Und so geht denn auch der Chef der SPD-Gruppe im Europaparlament, der Haushaltsexperte Jens Geier, davon aus, „dass die deutsche Bundesregierung als Konsequenz des Bundesverfassungsgerichsurteils zur Finanzierung des Klima- und Transormationsfonds die Umsetzung des Wiederaufbaufonds nun beschleunigen wird“. Er mache sich jedenfalls „keine Sorgen, dass die Bundesregierung europäische Gelder ungenutzt verstreichen lässt“. Tatsächlich ist auch Tempo gefragt, denn 2026 schließt die EU die Bücher. Was bis dahin nicht genehmigt und gezahlt ist, bleibt in Brüssel.

Doch mit einem einfachen Fingerheben ist es nicht getan. Jedes Land muss zunächst einen Rahmen von Brüssel absegnen lassen, in dem es genau darlegt, wofür wie viel Geld auf welche Weise ausgegeben werden soll, um die EU-Ziele umzusetzen. Die ursprüngliche Idee, nach dem beispiellosen Einbruch durch die Corona-Pandemie die Wirtschaft durch ein genauso beispielloses EU-Programm wieder anzukurbeln, ist inzwischen mehrfach modifiziert worden. Doch nicht alle Projekte „passen“ auch. Hinzu kommt, dass die einzelnen Fördervorhaben längst festgelegt wurden, die bislang vom nationalen Fonds zu finanzierenden Maßnahmen also nicht mal eben umgewidmet werden können.

„Die Gelder aus dem EU-Wiederaufbaufonds sind für die langfristige Modernisierung Deutschlands vorgesehen und nicht für das kurzfristige Stopfen von Haushaltslöchern“, macht denn auch der FDP-Haushälter und EU-Abgeordnete Moritz Körner klar. Das Abrufen der Wiederaufbaugelder erfolge „planmäßig“ und im Gegenzug zur Umsetzung konkreter Reformfortschritte. Zugleich unterstreicht Körner: „Die Schuldenbremse gilt, und als Konsequenz des Bundesverfassungsgerichts ist jetzt eine striktere Ausgabenkritik notwendig.“

Zu einer anderen Auslegung kommt der Sprecher der Grünen-Abgeordneten, der Haushälter Rasmus Andresen. „Die Schuldenbremse in der Form, wie sie jetzt existiert, hemmt notwendige Investitionen und schadet Europa im globalen Wettbewerb“, meint Andresen. Die deutschen Gelder aus dem Corona-Wiederaufbauplan seien verplant, und andere Programme gäben nicht genug her, um die Lücke zu schließen. „Die Haushaltssituation in Deutschland nach dem Urteil des Bundesverfassungsgericht stellt uns auch auf europäische rEbene vor ernsthafte Probleme“, erklärt der Grünen-Europapolitiker. Es seien auch auf europäischer Ebene mehr Investitionen nötig, um wettbewerbsfähig zu bleiben, Wohlstand zu sichern und die Infrastruktur zu modernisieren.

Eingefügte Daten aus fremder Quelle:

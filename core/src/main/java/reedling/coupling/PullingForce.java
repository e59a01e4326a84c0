// SPDX-License-Identifier: Apache-2.0
package reedling.coupling;

import static reedling.contact.ContactBlock.at;

import reedling.contact.Column;
import reedling.contact.ContactBlock;
import reedling.math.Lanes;

/**
 * Engine stages of contacts that may pull. Limits of friction, rolling and twisting come from a load that is never
 * negative, max(0, F_n + adhesive load), so that no tangential law needs to know of adhesion: it stands in the column of
 * the normal force while those laws run. Laws without pull skip both stages.
 */
final class PullingForce {

    private PullingForce() {}

    /** Before the tangential law: sets the normal force aside, puts the load in its place, books energy lost to tearing. */
    static void load(RowRange rows) {
        ContactBlock block = rows.block();
        double[] c = block.columns();
        double[] sums = rows.tally().sums();
        for (int r = 0; r < block.rows(); r++) {
            double force = c[at(Column.NORMAL_FORCE) + r];
            double load = (force + c[at(Column.ADHESIVE_LOAD) + r]) * c[at(Column.TOUCH) + r];
            c[at(Column.PULLING_FORCE) + r] = force;
            c[at(Column.NORMAL_FORCE) + r] = load > 0 ? load : 0;
            sums[ContactTally.NORMAL + (r & Lanes.TILE - 1)] += c[at(Column.LOST_ENERGY) + r];
        }
    }

    /** After the last law: the normal force itself again. */
    static void giveBack(RowRange rows) {
        ContactBlock block = rows.block();
        double[] c = block.columns();
        System.arraycopy(c, at(Column.PULLING_FORCE), c, at(Column.NORMAL_FORCE), block.rows());
    }
}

Die Chefin des Haushaltskontrollausschusses im Europa-Parlament, die CSU-Abgeordnete Monika Hohlmeier unterstreicht, dass die deutsche Verfassungsgerichtsentscheidung und der europäische Wiederaufbaufonds nichts miteinander zu tun hätten. „Die Genehmigung weiterer Zahlungsanträge wird von der erfolgreichen Erfüllung weiterer Meilensteine und Ziele durch Deutschland abhängen“, stellt sie klar. Die Konsequenzen der Karlsruher Entscheidung reichten jedoch auch in die EU. Denn damit stehe nun fest, dass bei dem als Kriseninstrument kreierten Wiederaufbaufonds weder eine Umwidmung noch eine zeitliche Streckung möglich sei, weil dies gegen deutsches Verfassungsrecht verstoßen würde.

Geier bricht zudem eine Lanze für das Auszahlungsprinzip. Reformen müssten umgesetzt und Meilensteine erfüllt sein, bevor die Mittel aus EU-Geldern erstattet würden. „Das geht nicht von heute auf morgen und dauert länger als ein kostenbasierte Ansatz, führt aber zu einem effizienteren Einsatz öffentlicher Gelder“, erläutert der SPD-Abgeordnete.